Sehr viel zur Verwirklichung der Entfernung Vater Zavalnniuks von seinen Pflichten trugen der Kirchenratsälteste Augustin Faiglevič und ein anderes Mit­glied des Kirchenrates, Zigmant Rudnicky, bei. Letzterer wurde dabei von der So­wjetregierung protegiert.

Schon seit langer Zeit spielten diese zwei Kirchenratsmitglieder ein doppeltes Spiel, waren sich aber darüber im klaren, als Verräter nicht nur das eigene Volk, sondern auch die Nutznießer ihrer Machenschaften anzuwidern.

Die Zerstörung einer Kapelle

Inmitten eines großen Waldgebietes zwischen Kuršėnai und Žarėnai-Latveliai be­fand sich eine Kapelle in den Ausmaßen von 8x5 Metern. Darum herum standen ungefähr 500 steinerne, hölzerne und eiserne Kreuze. Die meisten waren Votivga-ben für Krankheiten und andere Anlässe. Dieser Platz war den Menschen heilig. Einer 50 m weiter gelegenen Quelle sagte man Wunder nach. In der Gnadenkapel­le hing das Bild der Mutter Gottes von der immerwährenden Hilfe. Dieses Gna­denbild wurde schon vor dem Krieg von Tausenden von Gläubigen am Himmel­fahrtstag aufgesucht.

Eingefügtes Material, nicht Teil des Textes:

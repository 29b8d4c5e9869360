/* Log lines: what reaches stderr, and what is handed to the journal when stderr is the journal. */
#include "util/log.h"

#include "util/cleanup.h"

#include <errno.h>
#include <fcntl.h>
#include <setjmp.h>
#include <stdarg.h>
#include <stddef.h>
#include <stdint.h>
#include <stdlib.h>
#include <string.h>
#include <sys/stat.h>
#include <sys/uio.h>
#include <unistd.h>

#include <cmocka.h>

enum { CAUGHT = 8192 };

/* Stands before libsystemd's in the link, so that the test sees what the journal would. */
int sd_journal_sendv(const struct iovec *parts, int n);

static struct {
    int calls, result;
    char text[CAUGHT]; /* the fields, one a line */
} journal;

int sd_journal_sendv(const struct iovec *parts, int n) {
    size_t length = 0;

    journal.calls++;
    for (int i = 0; i < n; i++)
        length += (size_t)snprintf(journal.text + length, CAUGHT - length, "%.*s\n",
                                   (int)parts[i].iov_len, (const char *)parts[i].iov_base);
    return journal.result;
}

/* stderr goes into a pipe while a line is logged; JOURNAL_STREAM names that pipe, or is wrong. */
struct catch {
    int saved, ends[2];
};

static void begin(struct catch *c) {
    fflush(stderr);
    assert_int_equal(pipe2(c->ends, O_CLOEXEC | O_NONBLOCK), 0);
    c->saved = dup(STDERR_FILENO);
    assert_true(c->saved >= 0 && dup2(c->ends[1], STDERR_FILENO) >= 0);
    memset(&journal, 0, sizeof(journal));
}

static void end(struct catch *c, char caught[CAUGHT]) {
    assert_true(dup2(c->saved, STDERR_FILENO) >= 0);
    ssize_t n = read(c->ends[0], caught, CAUGHT - 1);
    caught[n > 0 ? n : 0] = '\0';
    close(c->saved);
    close(c->ends[0]);
    close(c->ends[1]);
}

static void name_stream(unsigned long long add, const char *behind) {
    struct stat st;
    char stream[64];

    assert_int_equal(fstat(STDERR_FILENO, &st), 0);
    snprintf(stream, sizeof(stream), "%llu:%llu%s", (unsigned long long)st.st_dev,
             (unsigned long long)st.st_ino + add, behind);
    assert_int_equal(setenv("JOURNAL_STREAM", stream, 1), 0);
}

static int plain(void **state) {
    (void)state;
    unsetenv("JOURNAL_STREAM");
    log_set_level(LOG_L_INFO);
    return 0;
}

static void test_plain_lines(void **state) {
    static const char *const fields[] = {"BRINK_STAGE=edge", NULL};
    struct catch c;
    char caught[CAUGHT];

    (void)state;
    begin(&c);
    log_error("gauge %s vanished", "usb:1209:0001");
    log_fields(LOG_L_INFO, fields, "stage %d", 2);
    end(&c, caught);
    assert_string_equal(caught, "gauge usb:1209:0001 vanished\nstage 2\n");
    assert_int_equal(journal.calls, 0);
}

static void test_level(void **state) {
    struct catch c;
    char caught[CAUGHT];

    (void)state;
    begin(&c);
    log_debug("unheard");
    log_set_level(LOG_L_DEBUG);
    log_debug("heard");
    log_set_level(LOG_L_ERROR);
    log_warning("unheard");
    log_notice("unheard");
    log_error("heard, too");
    end(&c, caught);
    assert_string_equal(caught, "heard\nheard, too\n");
}

/* Text from a gauge may be in a line: it must not begin lines or colour a terminal. */
static void test_control_characters_do_not_reach_the_terminal(void **state) {
    struct catch c;
    char caught[CAUGHT];

    (void)state;
    begin(&c);
    log_info("a\nerror: forged\r\033[31mb\x7f caf\xc3\xa9");
    end(&c, caught);
    assert_string_equal(caught, "a?error: forged??[31mb? caf\xc3\xa9\n");
}

static void test_long_lines_are_cut(void **state) {
    struct catch c;
    char caught[CAUGHT], text[2000];

    (void)state;
    memset(text, 'x', sizeof(text) - 1);
    text[1023] = '\0';
    begin(&c);
    log_info("%s", text);
    end(&c, caught);
    assert_int_equal(strlen(caught), 1024);
    assert_string_equal(caught + 1020, "xxx\n");
    text[1023] = 'x';
    text[1024] = '\0';
    begin(&c);
    log_info("%s", text);
    end(&c, caught);
    assert_int_equal(strlen(caught), 1024);
    assert_string_equal(caught + 1019, "x...\n");
}

static void test_journal_fields(void **state) {
    static const char *const fields[] = {"BRINK_STAGE=edge", "BRINK_CHARGE=0.081", NULL};
    struct catch c;
    char caught[CAUGHT], expected[256];

    (void)state;
    begin(&c);
    name_stream(0, "");
    log_fields(LOG_L_WARNING, fields, "stage %s", "edge");
    end(&c, caught);
    snprintf(expected, sizeof(expected),
             "MESSAGE=stage edge\nPRIORITY=4\nSYSLOG_IDENTIFIER=%s\nBRINK_STAGE=edge\n"
             "BRINK_CHARGE=0.081\n",
             program_invocation_short_name);
    assert_string_equal(journal.text, expected);
    assert_string_equal(caught, ""); /* once is enough */
    assert_int_equal(journal.calls, 1);
}

static void test_no_more_fields_than_fit(void **state) {
    const char *fields[41];
    struct catch c;
    char caught[CAUGHT];
    size_t lines = 0;

    (void)state;
    for (size_t i = 0; i < 40; i++)
        fields[i] = "K=v";
    fields[40] = NULL;
    begin(&c);
    name_stream(0, "");
    log_fields(LOG_L_INFO, fields, "x");
    end(&c, caught);
    for (const char *p = journal.text; (p = strchr(p, '\n')); p++)
        lines++;
    assert_int_equal(lines, 3 + 16);
}

static void test_another_stream_is_not_the_journal(void **state) {
    static const char *const wrong[] = {"", "x", "8", "8:", ":8", "8:x"};
    struct catch c;
    char caught[CAUGHT];

    (void)state;
    begin(&c);
    name_stream(1, "");
    log_info("a");
    name_stream(0, "0x");
    log_info("b");
    for (size_t i = 0; i < sizeof(wrong) / sizeof(wrong[0]); i++) {
        assert_int_equal(setenv("JOURNAL_STREAM", wrong[i], 1), 0);
        log_info("c");
    }
    end(&c, caught);
    assert_string_equal(caught, "a\nb\nc\nc\nc\nc\nc\nc\n");
    assert_int_equal(journal.calls, 0);
}

/* The journal refuses: the line still gets out. */
static void test_journal_that_fails(void **state) {
    struct catch c;
    char caught[CAUGHT];

    (void)state;
    begin(&c);
    name_stream(0, "");
    journal.result = -1;
    log_info("still here");
    end(&c, caught);
    assert_string_equal(caught, "still here\n");
    assert_int_equal(journal.calls, 1);
}

int main(void) {
    const struct CMUnitTest tests[] = {
        cmocka_unit_test_setup(test_plain_lines, plain),
        cmocka_unit_test_setup(test_level, plain),
        cmocka_unit_test_setup(test_control_characters_do_not_reach_the_terminal, plain),
        cmocka_unit_test_setup(test_long_lines_are_cut, plain),
        cmocka_unit_test_setup(test_journal_fields, plain),
        cmocka_unit_test_setup(test_no_more_fields_than_fit, plain),
        cmocka_unit_test_setup(test_another_stream_is_not_the_journal, plain),
        cmocka_unit_test_setup(test_journal_that_fails, plain),
    };

    return cmocka_run_group_tests(tests, NULL, NULL);
}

Durch Spenden der Gläubigen war eine Renovierung der Kapelle in den letzten Jahren ermöglicht worden. Außerdem war ein sehr schöner gotischer Altar ge­stiftet worden und Decken und Wände wurden gestrichen. Auch der Fußboden wurde neu verlegt.

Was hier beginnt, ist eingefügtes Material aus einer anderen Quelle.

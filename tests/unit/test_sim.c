/* The simulated unit: what it draws, what it tells, and that a seed is all there is to it. */
#include "bench/random.h"
#include "bench/sim.h"
#include "decode/celltable.h"
#include "gauge/line.h"

#include <math.h>
#include <setjmp.h>
#include <stdarg.h>
#include <stdbool.h>
#include <stdio.h>
#include <stdlib.h>
#include <string.h>
#include <time.h>

#include <cmocka.h>

static struct sim_config unit(void) {
    struct sim_config config = {.n_packs = 1,
                                .charge = {0.6, 0.6, 0.6, 0.6},
                                .idle_W = 2.4,
                                .burst_W = 5.2,
                                .burst_every_s = 300.0,
                                .burst_for_s = 45.0,
                                .temp_C = 15.0,
                                .period_s = 1.0,
                                .noise_V = 0.003,
                                .bits = 10,
                                .reference_V = 5.0,
                                .gain = 1.0,
                                .seed = 7};
    struct cell_table table;
    char message[256] = "";

    assert_int_equal(celltable_load("tests/replay/fen.ini", &table, message, sizeof message), 0);
    for (size_t k = 0; k < PACKS_MAX; k++)
        assert_int_equal(cell_init(&config.cell[k], &table, 1, 2.888), 0);
    return config;
}

static struct sim *start(const struct sim_config *config) {
    struct sim *sim = malloc(sizeof *sim);

    assert_non_null(sim);
    assert_int_equal(sim_init(sim, config), 0);
    return sim;
}

/* Check values of splitmix64 for the start 1234567 (Rosetta Code, "Pseudo-random
 * numbers/Splitmix64"). */
static void the_generator_is_splitmix64(void **state) {
    (void)state;
    static const uint64_t expected[] = {6457827717110365317u, 3203168211198807973u,
                                        9817491932198370423u, 4593380528125082431u,
                                        16408922859458223821u};
    struct random random = random_start(1234567, 0);

    for (size_t i = 0; i < sizeof expected / sizeof *expected; i++)
        assert_true(random_next(&random) == expected[i]);
}

static void noise_is_near_normal(void **state) {
    (void)state;
    enum { N = 200000 };
    struct random random = random_start(1, 1);
    double sum = 0.0, squares = 0.0;
    int within = 0;

    for (int i = 0; i < N; i++) {
        double x = random_normal(&random);

        sum += x;
        squares += x * x;
        within += fabs(x) < 1.0;
    }
    assert_true(fabs(sum / N) < 0.01);
    assert_true(fabs(squares / N - 1.0) < 0.02);
    assert_true(fabs((double)within / N - 0.6827) < 0.01); /* of the normal distribution */
}

static void same_seed_same_lines(void **state) {
    (void)state;
    struct sim_config config = unit(), other = config;
    char line[3][SIM_LINE_MAX];
    int differ = 0;

    config.faults = other.faults = true;
    other.seed = 8;
    struct sim *a = start(&config), *b = start(&config), *c = start(&other);
    for (int i = 0; i < 2000; i++) {
        size_t n;

        assert_int_equal(sim_step(a) + sim_step(b) + sim_step(c), 0);
        n = sim_tell(a, line[0]);
        assert_int_equal(sim_tell(b, line[1]), n);
        assert_memory_equal(line[0], line[1], n);
        differ += sim_tell(c, line[2]) != n || memcmp(line[0], line[2], n) != 0;
    }
    assert_true(differ > 500);
    free(a), free(b), free(c);
}

static void faults_do_not_change_the_life(void **state) {
    (void)state;
    struct sim_config config = unit();
    struct sim *plain = start(&config), *faulty;
    char line[SIM_LINE_MAX];

    config.faults = true;
    faulty = start(&config);
    for (int i = 0; i < 2000; i++) {
        assert_int_equal(sim_step(plain) + sim_step(faulty), 0);
        sim_tell(plain, line);
        sim_tell(faulty, line);
        assert_true(plain->pack[0].told_V == faulty->pack[0].told_V);
        assert_true(plain->pack[0].taken_Ah == faulty->pack[0].taken_Ah);
    }
    free(plain), free(faulty);
}

static void bursts_come_on_time(void **state) {
    (void)state;
    struct sim_config config = unit();
    struct sim *sim = start(&config);

    for (int t = 0; t < 1200; t++) {
        bool burst = t >= 300 && (t % 300) < 45;

        assert_int_equal(sim_step(sim), 0);
        assert_true(sim->time_s == t);
        assert_true(sim->load_W == (burst ? 5.2 : 2.4));
    }
    free(sim);
}

static void power_and_charge_add_up(void **state) {
    (void)state;
    struct sim_config config = unit();
    struct sim *sim = start(&config);
    double taken_Ah = 0.4 * 2.888, energy = 0.0;

    for (int t = 0; t < 3000; t++) {
        const struct sim_pack *pack = &sim->pack[0];

        assert_int_equal(sim_step(sim), 0);
        assert_true(fabs(pack->voltage_V * pack->current_A - sim->load_W) < 1e-9);
        assert_true(fabs(pack->taken_Ah - taken_Ah) < 1e-5);
        assert_true(fabs(pack->state.charge - (1.0 - pack->taken_Ah / 2.888)) < 1e-9);
        taken_Ah += pack->current_A / 3600.0;
        energy += sim->load_W;
    }
    assert_true(energy > 2.4 * 3000);
    free(sim);
}

static void goes_dark_at_the_end(void **state) {
    (void)state;
    struct sim_config config = unit();
    int steps = 0, r;

    config.charge[0] = 0.3;
    struct sim *sim = start(&config);
    while ((r = sim_step(sim)) == 0 && steps < 100000) {
        assert_true(sim->pack[0].voltage_V >= config.cell[0].table.damage_V);
        steps++;
    }
    assert_int_equal(r, SIM_E_SPENT);
    assert_int_equal(sim_step(sim), SIM_E_SPENT);
    assert_true(sim->pack[0].state.charge < 0.08);
    free(sim);
}

/* Longer periods only look less often. */
static void the_period_does_not_matter(void **state) {
    (void)state;
    struct sim_config config = unit();
    struct sim *fine = start(&config), *coarse;

    config.period_s = 60.0;
    coarse = start(&config);
    for (int minute = 0; minute <= 30; minute++) {
        assert_int_equal(sim_step(coarse), 0);
        for (int i = 0; i < 60 && fine->time_s < coarse->time_s; i++)
            assert_int_equal(sim_step(fine), 0);
        if (minute == 0)
            assert_int_equal(sim_step(fine), 0);
        assert_true(fabs(fine->pack[0].voltage_V - coarse->pack[0].voltage_V) < 1e-9);
        assert_true(fabs(fine->pack[0].taken_Ah - coarse->pack[0].taken_Ah) < 1e-12);
    }
    free(fine), free(coarse);
}

/* The converter steps, the trim error and nothing else stand between the volts and the reading. */
static void the_adc_has_steps_and_a_trim_error(void **state) {
    (void)state;
    struct sim_config config = unit();

    config.noise_V = 0.0;
    config.gain = 1.02;
    config.offset_V = 0.010;
    struct sim *sim = start(&config);
    for (int t = 0; t < 1000; t++) {
        double seen_V, steps;

        assert_int_equal(sim_step(sim), 0);
        seen_V = sim->pack[0].voltage_V * 1.02 + 0.010;
        steps = sim->pack[0].told_V / (5.0 / 1024.0);
        assert_true(fabs(steps - round(steps)) < 1e-9);
        assert_true(sim->pack[0].told_V <= seen_V && sim->pack[0].told_V > seen_V - 5.0 / 1024.0);
    }
    free(sim);

    config.reference_V = 3.3; /* above full scale it stays at full scale */
    sim = start(&config);
    assert_int_equal(sim_step(sim), 0);
    assert_true(fabs(sim->pack[0].told_V - 3.3 * 1023.0 / 1024.0) < 1e-9);
    free(sim);
}

/* Diodes: no pack ever charges another, those that carry stand at one voltage, and all of the power
 * is there. */
static void packs_share_behind_diodes(void **state) {
    (void)state;
    struct sim_config config = unit();
    bool alone = false, together = false;

    config.n_packs = 3;
    config.charge[0] = 0.5;
    config.charge[1] = 0.3;
    config.charge[2] = 0.3;
    struct sim *sim = start(&config);
    while (sim_step(sim) == 0) {
        double power_W = 0.0, high_V = 0.0;
        int carrying = 0;

        for (int k = 0; k < 3; k++) {
            assert_true(sim->pack[k].current_A >= 0.0);
            power_W += sim->pack[k].voltage_V * sim->pack[k].current_A;
            high_V = fmax(high_V, sim->pack[k].voltage_V);
            carrying += sim->pack[k].current_A > 0.0;
        }
        for (int k = 0; k < 3; k++)
            if (sim->pack[k].current_A > 0.0)
                assert_true(fabs(sim->pack[k].voltage_V - high_V) < 1e-12);
        assert_true(fabs(power_W - sim->load_W) < 1e-9);
        alone = alone || carrying == 1;
        together = together || carrying == 3;
    }
    assert_true(alone && together);
    for (int k = 0; k < 3; k++)
        assert_true(sim->pack[k].state.charge < 0.1);
    free(sim);
}

static void an_adapter_charges(void **state) {
    (void)state;
    struct sim_config config = unit();

    config.n_plugs = 1;
    config.plug[0] = (struct sim_plug){600.0, 10800.0, 12.0};
    struct sim *sim = start(&config);
    for (int t = 0; t < 600; t++)
        assert_int_equal(sim_step(sim), 0);
    assert_true(sim->adapter_W == 0.0 && sim->rail_V < 5.0);
    for (int t = 0; t < 10800; t++) {
        assert_int_equal(sim_step(sim), 0);
        assert_true(sim->rail_V > 5.1 && sim->adapter_W == 12.0);
        assert_true(sim->pack[0].current_A <= 0.0);
        assert_true(sim->pack[0].voltage_V <= 4.2 + 1e-9);
    }
    assert_true(sim->pack[0].state.charge > 0.97 && sim->pack[0].state.charge < 1.001);
    assert_int_equal(sim_step(sim), 0);
    assert_true(sim->adapter_W == 0.0 && sim->pack[0].current_A > 0.0);
    free(sim);
}

static void a_weak_adapter_loses(void **state) {
    (void)state;
    struct sim_config config = unit();

    config.n_plugs = 1;
    config.plug[0] = (struct sim_plug){0.0, 1e6, 1.0};
    struct sim *sim = start(&config);
    for (int t = 0; t < 600; t++) {
        assert_int_equal(sim_step(sim), 0);
        assert_true(fabs(sim->pack[0].voltage_V * sim->pack[0].current_A - (sim->load_W - 1.0)) <
                    1e-9);
    }
    assert_true(sim->pack[0].state.charge < 0.6);
    free(sim);
}

/* What is told is what the line decoder of the daemon understands. */
static void lines_are_gauge_lines(void **state) {
    (void)state;
    struct sim_config config = unit();
    struct frame frame;
    char line[SIM_LINE_MAX];
    bool checked;

    config.n_packs = PACKS_MAX;
    config.tell_current = config.check = true;
    struct sim *sim = start(&config);
    for (int t = 0; t < 400; t++) {
        size_t n;

        assert_int_equal(sim_step(sim), 0);
        n = sim_tell(sim, line);
        assert_true(n > 1 && line[n - 1] == '\n');
        assert_int_equal(line_decode(line, n - 1, &frame, &checked), 0);
        assert_true(checked && frame.clock_s == t);
        assert_int_equal(frame.n, 2 * PACKS_MAX + 3);
        assert_string_equal(frame.token[0].name, "v");
        assert_true(fabs(frame.token[0].value - sim->pack[0].told_V) <= 0.5e-4 + 1e-12);
    }
    free(sim);
}

static void feed(struct line_decoder *decoder, const char *bytes, size_t n, double *last_s,
                 int *good) {
    struct frame frame;

    while (n > 0) {
        size_t took = line_push(decoder, bytes, n);

        bytes += took;
        n -= took;
        while (line_next(decoder, &frame)) {
            if (isfinite(frame.clock_s) && frame.clock_s >= *last_s)
                *last_s = frame.clock_s;
            (*good)++;
        }
    }
}

static void faults_are_faults_and_pass(void **state) {
    (void)state;
    struct sim_config config = unit();
    struct line_decoder decoder;
    char line[SIM_LINE_MAX];
    uint64_t seed = (uint64_t)time(NULL);
    double last_s = 0.0;
    int good = 0, silent = 0;

    print_message("seed %llu\n", (unsigned long long)seed);
    config.faults = config.check = true;
    config.seed = seed;
    struct sim *sim = start(&config);
    line_init(&decoder);
    for (int t = 0; t < 3000; t++) {
        size_t n;

        assert_int_equal(sim_step(sim), 0);
        n = sim_tell(sim, line);
        assert_true(n <= SIM_LINE_MAX);
        silent += n == 0;
        feed(&decoder, line, n, &last_s, &good);
    }
    assert_true(decoder.counts.bad_lines > 5);
    assert_true(silent > 5);
    assert_true(good > 2000 && last_s > 2900.0);
    free(sim);
}

static void refuses_nonsense(void **state) {
    (void)state;
    static struct sim sim;
    struct sim_config config = unit();

    config.n_packs = 0;
    assert_int_equal(sim_init(&sim, &config), SIM_E_CONFIG);
    config = unit();
    config.period_s = 0.0;
    assert_int_equal(sim_init(&sim, &config), SIM_E_CONFIG);
    config = unit();
    config.charge[0] = nan("");
    assert_int_equal(sim_init(&sim, &config), SIM_E_CONFIG);
}

int main(void) {
    const struct CMUnitTest tests[] = {
        cmocka_unit_test(the_generator_is_splitmix64),
        cmocka_unit_test(noise_is_near_normal),
        cmocka_unit_test(same_seed_same_lines),
        cmocka_unit_test(faults_do_not_change_the_life),
        cmocka_unit_test(bursts_come_on_time),
        cmocka_unit_test(power_and_charge_add_up),
        cmocka_unit_test(goes_dark_at_the_end),
        cmocka_unit_test(the_period_does_not_matter),
        cmocka_unit_test(the_adc_has_steps_and_a_trim_error),
        cmocka_unit_test(packs_share_behind_diodes),
        cmocka_unit_test(an_adapter_charges),
        cmocka_unit_test(a_weak_adapter_loses),
        cmocka_unit_test(lines_are_gauge_lines),
        cmocka_unit_test(faults_are_faults_and_pass),
        cmocka_unit_test(refuses_nonsense),
    };

    return cmocka_run_group_tests(tests, NULL, NULL);
}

Aušra (Die Dämmerung), Nr. 19, 20 
Perspektyvos (Perspektiven), Nr. 17, 18, 19
Rūpintojėlis (Der leidende Christ), Nr. 13

Bulletin der Chronik der Litauischen Katholischen Kirche

Gegenwärtig verstärkt das KGB seine Repressalien bei der Aufspürung der Unter­grundpresse. Trotz erschwerter Bedingungen wird jeder Versuch unternommen, die Chronik auch weiterhin zu veröffentlichen. Wir bitten unsere Leser um Unter­stützung bei der Veröffentlichung und Verbreitung.

Berichtigung

Die Chronik der Litauischen Katholischen Kirche berichtet, daß am 3. August 1979 Vater Antanas Jokūbauskas neun Stunden lang von dem Sicherheitspolizei­chef Astrauskas »belehrt« wurde. Sein richtiger Name ist: Astromskas.